* _EXERCISE_:
The answer should be an exact copy of the lines from the line with "the engine's real" through the last line of the entries, and no other lines.

(Collected data entries)

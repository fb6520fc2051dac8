package transport_test

import (
	"testing"

	"drawsift/engine/library"
	"drawsift/engine/thermo"
	"drawsift/engine/transport"
)

var sinkJw float64

// BenchmarkSolveThermo times one AL-FS/AL-DS solve with the engine's real
// non-ideal π(c) (Pitzer + Laliberté density) for NaCl and MgSO4 draws
// against a brackish NaCl feed, ECP on both sides: the work a screen and
// a robustness run repeat.
func BenchmarkSolveThermo(b *testing.B) {
	lib := library.MustDefault()
	for _, tc := range []struct {
		draw string
		c    float64 // mol/m³
	}{{"NaCl", 1000}, {"MgSO4", 1000}} {
		ds, _ := lib.Lookup(tc.draw)
		fs, _ := lib.Lookup("NaCl")
		xd, err := thermo.NewSolution(ds, 298.15)
		if err != nil {
			b.Fatal(err)
		}
		xf, _ := thermo.NewSolution(fs, 298.15)
		for _, o := range []transport.Orientation{transport.ALFS, transport.ALDS} {
			in := &transport.Input{AMPerSPa: 2 * thermo.MPerSPaPerLMHPerBar, SM: 500e-6, Orientation: o,
				KDrawMPerS: 5e-5, KFeedMPerS: 5e-5,
				Species: []transport.Species{{Name: tc.draw, DrawBulkMolPerM3: tc.c, BMPerS: 0.4 * thermo.MPerSPerLMH, DM2PerS: 1.5e-9, Pi: xd.FastOsmoticFunc()}}}
			if tc.draw == "NaCl" {
				in.Species[0].FeedBulkMolPerM3 = 50
			} else {
				in.Species = append(in.Species, transport.Species{Name: "NaCl", FeedBulkMolPerM3: 50, BMPerS: 0.4 * thermo.MPerSPerLMH, DM2PerS: 1.5e-9, Pi: xf.FastOsmoticFunc()})
			}
			b.Run(tc.draw+"-"+o.String(), func(b *testing.B) {
				b.ReportAllocs()
				var r transport.Result
				for i := 0; i < b.N; i++ {
					if err := transport.SolveInto(in, &r); err != nil {
						b.Fatal(err)
					}
					sinkJw += r.JwMPerS
				}
			})
		}
	}
}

* _TASK SOLUTION_:
// BenchmarkSolveThermo times one AL-FS/AL-DS solve with the engine's real
// non-ideal π(c) (Pitzer + Laliberté density) for NaCl and MgSO4 draws
// against a brackish NaCl feed, ECP on both sides: the work a screen and
// a robustness run repeat.
func BenchmarkSolveThermo(b *testing.B) {
	lib := library.MustDefault()
	for _, tc := range []struct {
		draw string
		c    float64 // mol/m³
	}{{"NaCl", 1000}, {"MgSO4", 1000}} {
		ds, _ := lib.Lookup(tc.draw)
		fs, _ := lib.Lookup("NaCl")
		xd, err := thermo.NewSolution(ds, 298.15)
		if err != nil {
			b.Fatal(err)
		}
		xf, _ := thermo.NewSolution(fs, 298.15)
		for _, o := range []transport.Orientation{transport.ALFS, transport.ALDS} {
			in := &transport.Input{AMPerSPa: 2 * thermo.MPerSPaPerLMHPerBar, SM: 500e-6, Orientation: o,
				KDrawMPerS: 5e-5, KFeedMPerS: 5e-5,
				Species: []transport.Species{{Name: tc.draw, DrawBulkMolPerM3: tc.c, BMPerS: 0.4 * thermo.MPerSPerLMH, DM2PerS: 1.5e-9, Pi: xd.FastOsmoticFunc()}}}
			if tc.draw == "NaCl" {
				in.Species[0].FeedBulkMolPerM3 = 50
			} else {
				in.Species = append(in.Species, transport.Species{Name: "NaCl", FeedBulkMolPerM3: 50, BMPerS: 0.4 * thermo.MPerSPerLMH, DM2PerS: 1.5e-9, Pi: xf.FastOsmoticFunc()})
			}
			b.Run(tc.draw+"-"+o.String(), func(b *testing.B) {
				b.ReportAllocs()
				var r transport.Result
				for i := 0; i < b.N; i++ {
					if err := transport.SolveInto(in, &r); err != nil {
						b.Fatal(err)
					}
					sinkJw += r.JwMPerS
				}
			})
		}
	}
}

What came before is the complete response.